In ACL_STREAM_FAST_LAUNCH mode, the internal system resources are pre-allocated when the stream is created. Therefore, the stream creation duration is prolonged but the task launching duration is shortened. If a stream is created once and used for multiple times, the total duration will be shortened. However, pre-allocation for internal resources during stream creation increases memory consumption. By contrast, if you create a stream by calling aclrtCreateStream, the internal system resources are allocated only when the stream is used. As a result, the task launching duration is prolonged.
#define ACL_STREAM_FAST_LAUNCH 0x00000001U
- ACL_STREAM_FAST_SYNC: creates a stream that blocks the current thread and queries the task execution status to return a result upon task completion after you call aclrtSynchronizeStream.
In ACL_STREAM_FAST_SYNC mode, the total duration is shortened. However, the query operation increases the CPU performance consumption. By contrast, if you create a stream by calling aclrtCreateStream, after you call aclrtSynchronizeStream, the stream waits for the notification indicating that the task execution on the device is complete, which is time-consuming.
#define ACL_STREAM_FAST_SYNC 0x00000002U
- ACL_STREAM_PERSISTENT: creates a stream where tasks are not executed right away or deleted immediately after execution. Resources for these tasks are destroyed only when the stream itself is destroyed. The stream created in this mode is bound to a model and applies to model building scenarios. For details about the APIs related to model building, see aclmdlRIBindStream.
#define ACL_STREAM_PERSISTENT 0x00000004U
- ACL_STREAM_HUGE: creates a stream that can hold more tasks than streams created with other flags.
In the current version, this flag does not take effect.
#define ACL_STREAM_HUGE 0x00000008U
- ACL_STREAM_CPU_SCHEDULE: creates a stream that carries AI CPU scheduling tasks in queue-based model inference scenarios. This flag is reserved.
#define ACL_STREAM_CPU_SCHEDULE 0x00000010U
- ACL_STREAM_DEVICE_USE_ONLY: creates a stream that can be invoked exclusively on the device.
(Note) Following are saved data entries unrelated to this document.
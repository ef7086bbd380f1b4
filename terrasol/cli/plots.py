"""`terrasol plots`: predictors of light and heat for ecological plots."""

from __future__ import annotations

import os
import re
import time
from copy import copy
from dataclasses import dataclass, replace
from typing import TYPE_CHECKING, Any

import click

from terrasol.cli.ground_options import Around, ground_options
from terrasol.cli.irradiation import ALBEDO_FOR_NOW, irradiation, light_record
from terrasol.cli.options import Common, Name, Numbers, common_options, period_option
from terrasol.cli.series import Words
from terrasol.cli.sky_options import CLIMATOLOGY, AskedSky, file_record, sky_options
from terrasol.constants import ENERGY_UNITS, PHOTONS_PER_JOULE
from terrasol.errors import SettingError, counted

if TYPE_CHECKING:
    from terrasol.cli.run import Ground
    from terrasol.engine.plot_places import Located
    from terrasol.engine.plot_settings import PlotSettings
    from terrasol.engine.plot_table import PlotTable
    from terrasol.files.points import Points
    from terrasol.ground.beyond import Scene

TABLE, PARQUET, DICTIONARY = "plots.csv", "plots.parquet", "columns.csv"
LONG, CORRELATIONS = "plots_long.csv", "correlations.csv"
PICTURE, METHODS = "predictors.png", "methods.md"
HORIZONS, SKYLINES = "horizons.csv", "horizons.png"

LONG_PARTS = 200
"""Columns of the table that are turned into rows at a time."""

GROUPS = (
    "height", "slope", "aspect", "transforms", "heat_load", "sky_view", "irradiation",
    "irradiation_months", "photosynthetic", "photosynthetic_months", "sun_hours",
    "sun_hours_months", "first_last_sun",
)  # fmt: skip
"""As in the library, which is not loaded to tell them."""

AS_IRRADIATION = ("albedo", "diffuse", "step_seconds", "unit", "basis", "photons_per_joule")
"""Options that are those of `terrasol irradiation`."""

NOT_HERE = ("compression", "horizon_gap", "highest")
"""Shared options that mean nothing for plots: kept out of the help, and refused."""


class Lengths(click.ParamType):
    """Lengths in metres joined by commas, or none; with `times`, also multiples such as 4x."""

    name = "lengths"

    def __init__(self, times: bool = False) -> None:
        self.times = times

    def get_metavar(self, param: click.Parameter, ctx: click.Context) -> str:
        """Name in the help."""
        return "METRES|4x,...|none" if self.times else "METRES,...|none"

    def convert(self, value: Any, param: Any, ctx: Any) -> Any:
        """Read the text: a tuple of texts such as 40 and 4x."""
        if not isinstance(value, str):
            return value
        if value.strip() == "none":
            return ()
        parts = tuple(part.strip() for part in value.split(","))
        form = r"\d+(\.\d+)?x?" if self.times else r"\d+(\.\d+)?"
        for part in parts:
            if not re.fullmatch(form, part, flags=re.ASCII) or not float(part.rstrip("x")) > 0.0:
                what = "lengths in metres or multiples such as 4x" if self.times else "lengths"
                self.fail(f"'{value}' is not {what}, joined by commas, nor none", param, ctx)
        return parts


@click.command(short_help="Predictors of light and heat for ecological plots.")
@click.argument("plots_file", metavar="PLOTS", type=Name())
@click.option("--layer", metavar="NAME", help="Layer of a vector file that has several.")
@click.option("--id", "id_column", metavar="COLUMN", help="Column that names the plots.")
@click.option("--x", "x_column", metavar="COLUMN", help="Column of x or longitude.")
@click.option("--y", "y_column", metavar="COLUMN", help="Column of y or latitude.")
@click.option(
    "--plots-crs",
    metavar="CRS",
    help="CRS of the coordinates, such as EPSG:32632. [default: as a vector file says; of columns"
    " named longitude and latitude, or lon and lat, WGS 84]",
)
@click.option(
    "--gps-error",
    metavar="METRES",
    type=float,
    help="Root mean square error of the positions, both directions together, where the file has"
    " none.",
)
@click.option(
    "--gps-error-column",
    metavar="COLUMN",
    help="Column of that error, in metres. [default: gps_error_m, if there is one]",
)
@click.option(
    "--radii",
    type=Lengths(),
    default="50,100",
    show_default=True,
    help="Circles around the plots, for mean, least and greatest.",
)
@click.option(
    "--grains",
    type=Lengths(times=True),
    default="none",
    show_default=True,
    help="Coarser cell sizes at which all is repeated: metres, or multiples of the raster's cell.",
)
@click.option(
    "--season",
    metavar="MM-MM",
    help="Months of the growing season. [default: 04-10, south of the equator 10-04]",
)
@click.option(
    "--predictors",
    "groups",
    type=Words(GROUPS),
    default=",".join(GROUPS),
    help=f"Some of {', '.join(GROUPS)}, joined by commas. [default: all]",
)
@click.option(
    "--response",
    metavar="COLUMN",
    help="Measured column of PLOTS with which the predictors are correlated, scale by scale.",
)
@click.option("--long", "as_long", is_flag=True, help=f"Write also {LONG}, one value a row.")
@click.option(
    "--horizons",
    is_flag=True,
    help=f"Write also {HORIZONS} and {SKYLINES}, the horizon of each plot's cell.",
)
@period_option
@click.option(
    "--clock",
    metavar="solar|+HH:MM|ZONE",
    default="solar",
    show_default=True,
    help="Time of day of first and last sun: true solar time, an offset from UTC, or a time zone"
    " such as Europe/Zurich.",
)
@sky_options
@ground_options
@common_options
def plots(common: Common, around: Around, asked: AskedSky, **given: Any) -> None:
    """Predictors of light and heat for the plots in PLOTS, from the elevation raster DEM.

    PLOTS is a table (.csv, .tsv, .txt) or a vector file of points. Each plot gets the value of
    its cell and at the point, the spread from its position's error, and mean, least and greatest
    within circles, at the raster's cells and at coarser ones. Writes plots.csv, plots.parquet
    (GeoParquet), columns.csv (what each column is), correlations.csv, predictors.png, methods.md
    (a paragraph with references) and run.json into OUT_DIR.
    """
    from terrasol.cli.run import read

    _check(around, given)
    settings = _settings(common, asked, given)
    points = _points(given)
    ground = read(common)
    _Job(common, around, asked, given, ground, points, settings).run()


def _check(around: Around, given: dict[str, Any]) -> None:
    """Refuse options that do not go together, or mean nothing here."""
    if around.horizon_gap or around.highest is not None:
        raise click.UsageError("--horizon-gap belongs to terrasol irradiation: it is a map")
    error = given["gps_error"]
    if error is not None and not 0.0 <= error < 1e6:
        raise click.UsageError(f"--gps-error must be 0 m or more; got {error:g}")
    if (given["x_column"] is None) != (given["y_column"] is None):
        raise click.UsageError("--x and --y go together: name both columns or neither")
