@njit(cache=True, nogil=True, error_model="numpy")
def far_field(
    heights, eyes, far_end, along, across, length, breadth, drift, step, half_curve,
    skip, gap, first_query, first_node, every, datum, height, away, across_void,
):  # fmt: skip
    """Horizon beyond the near field along every line of one azimuth.

    Each line is walked once from its far end. The upper convex hull of
    g(x) = z(x) - x^2 / (2 R') is kept on a stack; the tangent from the eye to it is the
    horizon (after Dozier, Bruno and Downey 1981), curvature and refraction included.
    Lines stand `gap` whole cells apart; between them, and between queries, the reader interpolates.

    heights : (cells,) float32, the whole raster; NaN void
    eyes : (cells,) float32, the ground from which one looks; of size 0 where that is `heights`
    far_end : int, index of the cell at the far end of the line with across = 0
    along, across : int, index steps towards the eye and to the side
    length, breadth : int, cells along and across
    drift : float, sideways cells a step towards the eye
    step : float, metres a step; half_curve : 1 / (2 R')
    skip : int, a point counts once it is that many steps away
    first_query : int, steps from the far end; may be negative
    first_node : int, side position of the first node, cells
    every : int, spacing of queries and nodes
    height, away : (queries, nodes) float32, out: height less `datum` and distance of the
        point that bounds the view
    across_void : (queries, nodes) uint8, out: 1 where a void lies between the eye and the
        point that bounds its view
    """
    count, nodes = height.shape
    last_query = first_query + (count - 1) * every
    lowest = min(-drift * first_query, -drift * last_query)
    highest = max(-drift * first_query, -drift * last_query) + (nodes - 1) * every
    lines = int((highest - lowest) / gap) + 3
    origin = first_node + lowest
    used = min(length, last_query + 1)
    apart = used + SPARE
    together = np.empty(GROUP * apart, np.float32)
    aloft = eyes.size > 0
    below = np.empty(GROUP * apart if aloft else 0, np.float32)
    ground = eyes if aloft else heights
    low = np.empty(used, np.uint8)
    points = np.empty(used, np.int64)
    voids = np.empty(used, np.int64)
    place = np.empty(used + 1, np.float64)
    bulge = np.empty(used + 1, np.float64)
    seen = np.zeros((count, lines, 3), np.float32)
    seen[:, :, 0] = np.nan
    found = np.zeros((GROUP, count, 3), np.float32)
    for k in range(0, lines, GROUP):
        start = origin + k * gap
        first, last = _on_raster(start, start + (GROUP - 1) * gap, drift, breadth, used)
        if last <= first:
            continue
        _line_heights(
            heights, far_end, along, across, breadth, start, gap, drift, first, last - first,
            apart, together,
        )  # fmt: skip
        if aloft:
            _line_heights(
                eyes, far_end, along, across, breadth, start, gap, drift, first, last - first,
                apart, below,
            )  # fmt: skip
        for g in range(min(GROUP, lines - k)):
            line = together[g * apart : g * apart + last - first]
            sights = below[g * apart : g * apart + last - first] if aloft else line
            kept, holes = _hull_candidates(
                line, skip - 1, step * step * half_curve, low[: last - first], points, voids
            )
            _walk_line(
                line, sights, points[:kept], voids[:holes], first_query - first, every, skip, step,
                half_curve, datum, found[g], place, bulge,
            )  # fmt: skip
        for q in range(count):
            for g in range(min(GROUP, lines - k)):
                seen[q, k + g] = found[g, q]
    _to_nodes(
        seen, ground, far_end, along, across, length, breadth, drift, gap, origin,
        first_query, first_node, every, height, away, across_void,
    )  # fmt: skip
#define ACL_STREAM_DEVICE_USE_ONLY 0x00000020U
ACL_STREAM_DEVICE_USE_ONLY is supported only by the following models:
Atlas 350 Accelerator Card
Atlas A3 training product /Atlas A3 inference product Atlas A2 training product /Atlas A2 inference product Atlas inference product
Returns
0 on success; otherwise, failure. For details, see aclError.